Designing efficient AI systems and accelerators requires a full-stack approach that covers all levels, including algorithms, compiler and runtime, architectures, circuits, and even devices or packaging. This Research Topics aims to provide a platform for researchers to publish their latest work on full-stack AI acceleration.
The goal of this Research Topic is therefore to bring together researchers from academia and industry to present their latest research on full-stack AI acceleration. The topic will cover a wide range of topics related to full-stack AI acceleration, including hardware-aware network optimization, compiler and runtime optimization for AI accelerators, emerging computing paradigms for AI, AI accelerator systems and architectures, circuit techniques for AI accelerators, emerging technologies for AI acceleration, and cross-layer co-design for AI acceleration. We aim to provide a comprehensive view of the state-of-the-art in full-stack AI acceleration and highlight key challenges and opportunities for future research.
Topics of interest include, but are not limited to:
- Hardware-aware network optimization: This topic covers the development of algorithms and techniques that take into account the characteristics of the target hardware platform during neural network design and optimization.
Compiler and runtime optimization for AI accelerators: This topic covers the development of compiler and runtime systems that can optimize AI workloads for specific hardware platforms, including kernel optimization, computation graph optimization, etc.
- Emerging computing paradigms for AI: This topic covers new computing paradigms that can accelerate AI workloads, such as in-memory computing, near-memory computing, approximate computing, stochastic computing, brain-inspired computing, and hyperdimensional computing, etc.

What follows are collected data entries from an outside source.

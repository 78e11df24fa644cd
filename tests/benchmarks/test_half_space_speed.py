"""Time of the loop over soil on one core: a dipole's and a ring's integrals, and the pattern of 79 segments.

Targets on an ordinary core, for each soil and height: the dipole's resistance 0.1 ms, what reaches the sky and what the
soil takes 0.2 ms, an upright ring 2 ms; a grid of 1 by 15 degrees 20 ms. Held to five times that, and to a millisecond
for the dipole, for a core that is shared or slow. On a single soil the calls themselves cost as much as the sums.
"""

from collections.abc import Callable

import numpy as np
import pytest
from numpy.typing import NDArray
from pytest_benchmark.fixture import BenchmarkFixture

from magsafe.physics import half_space, half_space_ring
from magsafe.physics.arrays import Array, ComplexArray
from magsafe.physics.ground_pattern import GroundPattern
from magsafe.physics.near_field import SegmentCurrents

SLOW = 5.0  # times the target
Form = Callable[[bool, ComplexArray, Array], Array]


def soils() -> ComplexArray:
    """Twenty from dry to sea, at 7.1 MHz."""
    er, conductivity = np.geomspace(3.0, 80.0, 20), np.geomspace(1e-4, 5.0, 20)
    return half_space.relative_permittivity(er, conductivity, 7.1e6)[:, None]


HEIGHTS: NDArray[np.float64] = 4.0 * np.pi * np.geomspace(0.005, 1.0, 5)


def least(benchmark: BenchmarkFixture) -> float:
    """Shortest round [s]; NaN with the clock off."""
    return float(benchmark.stats["min"]) if benchmark.stats else float("nan")


@pytest.mark.parametrize("vertical", [True, False], ids=["upright", "flat"])
@pytest.mark.parametrize(
    ("form", "target"),
    [(half_space.resistance_ratio, 1e-4), (half_space.sky_ratio, 2e-4), (half_space.soil_ratio, 2e-4)],
    ids=["resistance", "sky", "soil"],
)
def test_a_hundred_soils_and_heights(benchmark: BenchmarkFixture, form: Form, target: float, vertical: bool) -> None:
    found = benchmark(form, vertical, soils(), HEIGHTS)
    assert found.shape == (20, 5)
    assert not least(benchmark) > SLOW * target * 100


@pytest.mark.parametrize("vertical", [True, False], ids=["upright", "flat"])
def test_one_soil_at_one_height(benchmark: BenchmarkFixture, vertical: bool) -> None:
    benchmark(half_space.resistance_ratio, vertical, soils()[12, 0], float(HEIGHTS[2]))
    assert not least(benchmark) > 1e-3


@pytest.mark.parametrize("vertical", [True, False], ids=["upright", "flat"])
def test_a_ring_over_twenty_soils(benchmark: BenchmarkFixture, vertical: bool) -> None:
    found = benchmark(half_space_ring.ring_resistance_ratio, vertical, soils()[:, 0], 0.3, 0.1)
    assert found.shape == (20,)
    assert not least(benchmark) > SLOW * 2e-3 * 20


def loop() -> SegmentCurrents:
    angle = np.arange(80) * 2.0 * np.pi / 79
    corners = 0.5 * np.column_stack([np.zeros(80), np.sin(angle), np.cos(angle)]) + np.array([0.0, 0.0, 1.5])
    current = np.cos(0.15 * (angle - np.pi)).astype(np.complex128)
    return SegmentCurrents(corners[:-1], corners[1:], current[:-1], current[1:], 0.011)


def test_a_grid_of_directions(benchmark: BenchmarkFixture) -> None:
    pattern = GroundPattern.of(loop(), 14.2e6, 13.0 - 6.3j)
    elevation, azimuth = (
        grid.ravel()
        for grid in np.meshgrid(np.radians(np.arange(91.0)), np.radians(np.arange(0.0, 360.0, 15.0)), indexing="ij")
    )
    found = benchmark(pattern.intensity, elevation, azimuth)
    assert found.shape == (91 * 24,)
    assert not least(benchmark) > SLOW * 0.02


def test_the_power_into_the_sky(benchmark: BenchmarkFixture) -> None:
    pattern = benchmark(GroundPattern.of, loop(), 14.2e6, 13.0 - 6.3j)
    assert pattern.sky_power > 0.0
    assert not least(benchmark) > SLOW * 0.02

- AI accelerator systems and architectures: This topic covers the design of specialized accelerator systems or architectures for AI/ML workloads.
- Circuit techniques for AI accelerators: This topic covers the development of circuit-level techniques that can improve the performance and energy efficiency of AI accelerators, including low-power design, etc.
- Cross-layer co-design for AI acceleration: This topic covers the co-design of algorithms, architectures, circuits, and devices for AI acceleration, including algorithm-architecture co-design, architecture-circuit-device co-design, and other forms of cross-layer optimization.
- Reliability and robustness of AI acceleration systems: This topic covers the development of techniques and methodologies for ensuring the reliability and robustness of AI acceleration systems under various operating conditions and environments.
- Acceleration of emerging AI applications: This topic covers the acceleration of emerging AI applications, such as robotics, bio-informatics, autonomous systems, and others, that require specialized hardware and software optimizations.
Keywords:
Full stack AI acceleration, Hardware-aware network optimization, AI compiler and runtime optimization, AI accelerator circuit and system, Hardware/network co-design, AI reliability, robustness, privacy, In-memory/near-memory computing
Important Note:
All contributions to this Research Topic must be within the scope of the section and journal to which they are submitted, as defined in their mission statements. Frontiers reserves the right to guide an out-of-scope manuscript to a more suitable section or journal at any stage of peer review.